The temple, where Hokkiens from southern Fujian have met and worshipped since the early 20th century, was one of five winners of the Urban Redevelopment Authority's (URA) Architectural Heritage Awards at a presentation ceremony held at the temple yesterday evening.
"We are glad the effort paid off. We did this so future generations will be able to enjoy it in its full glory," said Mr Tan Aik Hock, chairman of the Singapore Lam Ann Association that maintains the temple.
The restoration also won an excellence award from the United Nations Educational, Scientific and Cultural Organisation, or Unesco, in 2010.
The URA's annual awards honour owners, architects, engineers and contractors for conservation excellence in two categories: first, national monuments and fully conserved buildings, and second, integrated old and new conservation developments. This year's other winners were in the second category.
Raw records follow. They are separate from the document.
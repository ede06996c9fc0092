"""Centres, scales and standardised columns, the same bits in every row order.

    centre = Σω v / Σω,   scale² = Σω v² / Σω − centre²,   column = fl(fl(v − centre) / scale)

The sums are taken about a pivot p near the mean, so that a large offset costs nothing: with d = v − p,
mean = p + Σω d / Σω and variance = Σω d² / Σω − (Σω d / Σω)². Centre and scale are then rounded (`grid`). What is
rounded must not depend on the order in which the rows came, so each number is accepted only where the error bound of
its sum leaves one possible result. Three rounds: plain doubles for all columns, pairs of doubles for the few columns
left, whole numbers for what is still in doubt (a true tie, extreme magnitudes).
"""

from __future__ import annotations

import math
from collections.abc import Sequence
from dataclasses import dataclass
from fractions import Fraction

import numpy as np
from numpy.typing import NDArray

from trainer.exact_sums import (
    UNIT_ROUNDOFF,
    Pairs,
    exact_moments,
    pair_sum,
    power_of_two_above,
    scale_pairs,
    square_pairs,
    tree_additions,
    tree_sum,
    two_sum,
)
from trainer.grid import SCALE_BITS, round_centre, round_scale
from trainer.objective import WIDE

Array = NDArray[np.float64]
Labels = NDArray[np.integer]
Bools = NDArray[np.bool_]

_BLOCK_ROWS = 2048  # rows that are centred and summed while they are in the cache; a power of two
_PIVOT_ROWS = 32  # rows whose mean serves as pivot; any choice gives the same result
_MIDDLE_MULTIPLE = 0.75 * 2.0**SCALE_BITS  # of those that a scale can be of its last bit
_BOTH_WAYS = np.array(((-2.0,), (2.0,)))
_LEAST_VARIANCE = 2.0**-700  # above it no underflow in a square reaches the error bound
_WEIGHT_LIMITS = (2.0**-100, 2.0**100)  # row weights within these keep products clear of under- and overflow
_PAIR_ERROR = Fraction(1, 2**90)  # above 8 u² (40 levels) + 6 u², u = 2^-53: a sum in pairs, relative to Σ|terms|


@dataclass(frozen=True)
class Standardised:
    """Centres and scales (d of each) and columns (n, d) float64; an indicator column has centre 0 and scale 1."""

    centres: tuple[float, ...]
    scales: tuple[float, ...]
    columns: Array


def standardise(
    values: Array, row_weights: Array | None, numeric: Sequence[bool], *, block_rows: int = _BLOCK_ROWS
) -> Standardised:
    """Standardise the numeric columns of `values` (n, d); `row_weights` (n,) >= 0; indicators stay as they are.

    Finite values and at least one positive weight are required; `judge` says so in words. A constant column gets
    scale 1 and becomes 0; `judge` refuses it. `block_rows` is a power of two and changes no bit.
    """
    values = np.asarray(values, dtype=np.float64, order="C")
    to_scale = np.asarray(numeric, dtype=bool)
    if to_scale.all():
        centres, scales = _centres_and_scales(values, row_weights, block_rows)
    else:
        centres, scales = np.zeros(len(to_scale)), np.ones(len(to_scale))
        if to_scale.any():
            centres[to_scale], scales[to_scale] = _centres_and_scales(values[:, to_scale], row_weights, block_rows)
    return Standardised(tuple(centres.tolist()), tuple(scales.tolist()), _columns(values, centres, scales))


def class_sums(labels: Labels, row_weights: Array | None, classes: int) -> tuple[float, ...]:
    """Σω of each class, each the exact sum rounded once (`math.fsum`); labels (n,) in 0 … classes − 1."""
    if row_weights is None:
        return tuple(float(count) for count in np.bincount(labels, minlength=classes)[:classes])
    return tuple(math.fsum(row_weights[labels == index].tolist()) for index in range(classes))


def _columns(values: Array, centres: Array, scales: Array) -> Array:
    """Laid out as the fit reads them: the numbers of a column side by side where there are few columns."""
    if len(centres) < WIDE:
        by_column = np.subtract(values.T, centres[:, np.newaxis], order="C")
        by_column /= scales[:, np.newaxis]
        return by_column.T
    columns = np.empty_like(values, order="C")
    rows = min(_BLOCK_ROWS, len(values))
    tiled_centres, tiled_scales = np.tile(centres, (rows, 1)), np.tile(scales, (rows, 1))  # one long loop, not n short
    for start in range(0, len(values), _BLOCK_ROWS):
        block = columns[start : start + _BLOCK_ROWS]
        np.subtract(values[start : start + _BLOCK_ROWS], tiled_centres[: len(block)], out=block)
        np.divide(block, tiled_scales[: len(block)], out=block)
    return columns


def _centres_and_scales(values: Array, row_weights: Array | None, block_rows: int) -> tuple[Array, Array]:
    if row_weights is not None and not (row_weights > 0).all():
        values, row_weights = values[row_weights > 0], row_weights[row_weights > 0]
    with np.errstate(all="ignore"):  # an overflow leaves no finite bound, so its column goes to the next round
        centres, scales, sure = _in_doubles(values, row_weights, block_rows)
        for column in np.flatnonzero(~sure):
            one = np.ascontiguousarray(values[:, column])
            pair = _in_pairs(one, row_weights)
            centres[column], scales[column] = _in_whole_numbers(one, row_weights) if pair is None else pair
    return centres, scales


def _in_doubles(values: Array, row_weights: Array | None, block_rows: int) -> tuple[Array, Array, Bools]:
    """Rounded centres and scales of all columns, and where the error bound leaves no other result.

    With γ = γ(k), k roundings on a term's way, and ρ² = Σω d² / Σω: the shift Σω d / Σω is known within γ ρ, since
    Σω|d| <= ρ Σω (Cauchy and Schwarz), and the variance within γ (ρ + |shift|)².
    """
    some = values[:: max(1, len(values) // _PIVOT_ROWS)]
    pivot = some.sum(axis=0) / len(some)
    sums, additions = _sums_about(pivot, values, row_weights, block_rows)
    sums /= float(len(values)) if row_weights is None else math.fsum(row_weights.tolist())
    shift, square = sums
    roundings = (additions + 8) * UNIT_ROUNDOFF
    gamma = 1.01 * roundings / (1.0 - roundings)
    spread = np.sqrt(square)
    variance = square - shift * shift
    scale = np.sqrt(variance)
    reach = spread + np.abs(shift)
    scale_error = gamma * (reach * reach / variance) + 4.0 * UNIT_ROUNDOFF  # relative

    mantissa, exponent = np.frexp(scale)
    exponent -= SCALE_BITS
    multiple = np.ldexp(mantissa, SCALE_BITS)
    nearest = np.rint(multiple)
    doubt = multiple * scale_error
    sure = np.abs(multiple - nearest) + doubt < 0.5
    sure &= np.abs(multiple - _MIDDLE_MULTIPLE) + doubt < _MIDDLE_MULTIPLE - 2.0 ** (SCALE_BITS - 1)
    sure &= variance >= _LEAST_VARIANCE

    last_bit = np.ldexp(1.0, exponent)
    mean, mean_rest = two_sum(pivot, shift)
    mean_error = gamma * spread
    ends = np.abs(np.abs(mean) + _BOTH_WAYS * mean_error)  # where the lower one is beyond 0, its step is not larger
    steps = np.maximum(np.spacing(ends), last_bit)
    sure &= steps[0] == steps[1]
    step = steps[1]
    multiple, rest = mean / step, mean_rest / step
    whole = np.rint(multiple)
    rest += multiple - whole
    over = np.rint(rest)
    sure &= np.abs(rest - over) + mean_error / step + 2.0**-40 < 0.5
    if not _tame(row_weights):
        sure[:] = False
    return (whole + over) * step + 0.0, np.ldexp(nearest, exponent), sure


def _sums_about(pivot: Array, values: Array, row_weights: Array | None, block_rows: int) -> tuple[Array, int]:
    """Σω d and Σω d² of each column, d = v − pivot, in a fixed tree, (2, d); and the additions on a term's way."""
    rows, width = values.shape
    block_rows = min(block_rows, power_of_two_above(rows))
    blocks = -(-rows // block_rows)
    sums = np.zeros((2, power_of_two_above(blocks), width))
    room = np.empty((2, block_rows, width))
    first, second = room
    pivots = np.tile(pivot, (block_rows, 1))  # one long loop, not many short ones
    for index in range(blocks):
        block = values[index * block_rows : (index + 1) * block_rows]
        used = len(block)
        room[:, used:] = 0.0
        if row_weights is None:
            np.subtract(block, pivots[:used], out=first[:used])
            np.multiply(first, first, out=second)
        else:
            weights = row_weights[index * block_rows : index * block_rows + used, np.newaxis]
            np.subtract(block, pivots[:used], out=second[:used])
            np.multiply(second[:used], weights, out=first[:used])
            second *= first
        sums[:, index] = tree_sum(room, axis=1)
    return tree_sum(sums, axis=1), tree_additions(block_rows) + tree_additions(sums.shape[1])


def _in_pairs(values: Array, row_weights: Array | None) -> tuple[float, float] | None:
    """Centre and scale of one column from sums in pairs of doubles; None where they leave more than one result."""
    pivot = float(values[:: max(1, len(values) // _PIVOT_ROWS)].mean())
    deviations = two_sum(values, np.full_like(values, -pivot))
    terms, squares, total = deviations, square_pairs(deviations), Fraction(len(values))
    if row_weights is not None:
        terms, squares = scale_pairs(terms, row_weights), scale_pairs(squares, row_weights)
        total = _fraction(pair_sum(Pairs(row_weights, np.zeros_like(row_weights))))
    both = pair_sum(Pairs(np.column_stack((terms.high, squares.high)), np.column_stack((terms.low, squares.low))))
    sums = [Pairs(both.high[index], both.low[index]) for index in (0, 1)]
    if not _tame(row_weights) or not all(
        math.isfinite(part) for pair in sums for part in (float(pair.high), float(pair.low))
    ):
        return None
    shift, square = (_fraction(pair) / total for pair in sums)
    variance = square - shift * shift
    spread = Fraction(math.sqrt(square)) * 2  # a generous ρ
    doubt = 4 * _PAIR_ERROR * (spread + abs(shift)) ** 2
    if not variance - doubt > Fraction(_LEAST_VARIANCE):
        return None
    low, high = round_scale(variance - doubt), round_scale(variance + doubt)
    mean, mean_doubt = Fraction(pivot) + shift, 4 * _PAIR_ERROR * spread
    centre = round_centre(mean - mean_doubt, low[1])
    if low != high or centre != round_centre(mean + mean_doubt, low[1]):
        return None
    return centre, low[0]


def _in_whole_numbers(values: Array, row_weights: Array | None) -> tuple[float, float]:
    """Centre and scale of one column without any error; scale 1 where it is constant or as good as that."""
    mean, variance = exact_moments(values, row_weights)
    if variance == 0:
        return float(mean) + 0.0, 1.0
    scale, last_bit = round_scale(variance)
    if scale == 0.0:
        return float(mean) + 0.0, 1.0
    return round_centre(mean, last_bit), scale


def _tame(row_weights: Array | None) -> bool:
    """Whether products with the row weights stay clear of underflow and overflow."""
    least, most = (1.0, 1.0) if row_weights is None else (float(row_weights.min()), float(row_weights.max()))
    return _WEIGHT_LIMITS[0] <= least and most <= _WEIGHT_LIMITS[1]


def _fraction(pair: Pairs) -> Fraction:
    return Fraction(float(pair.high)) + Fraction(float(pair.low))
They were the Frank Brewer bungalow at 5 Chatsworth Park, two 1940s and 1950s North Canal Road conserved shophouse units, a 1920s Transitional-style shophouse residential development at 125 Joo Chiat Place, and a series of eight shophouse units built in the early 1900s at Lorong 24A Geylang.
A total of 117 projects have received the awards since their launch in 1995.
There is no prize money.
Acting Minister for Manpower Tan Chuan-Jin, who presented the awards, said home owners and residents act as custodians of the conserved properties entrusted to their care.
"They are the visionaries who ensure that the buildings' characters are upheld even as they are adapted to meet modern needs," he said.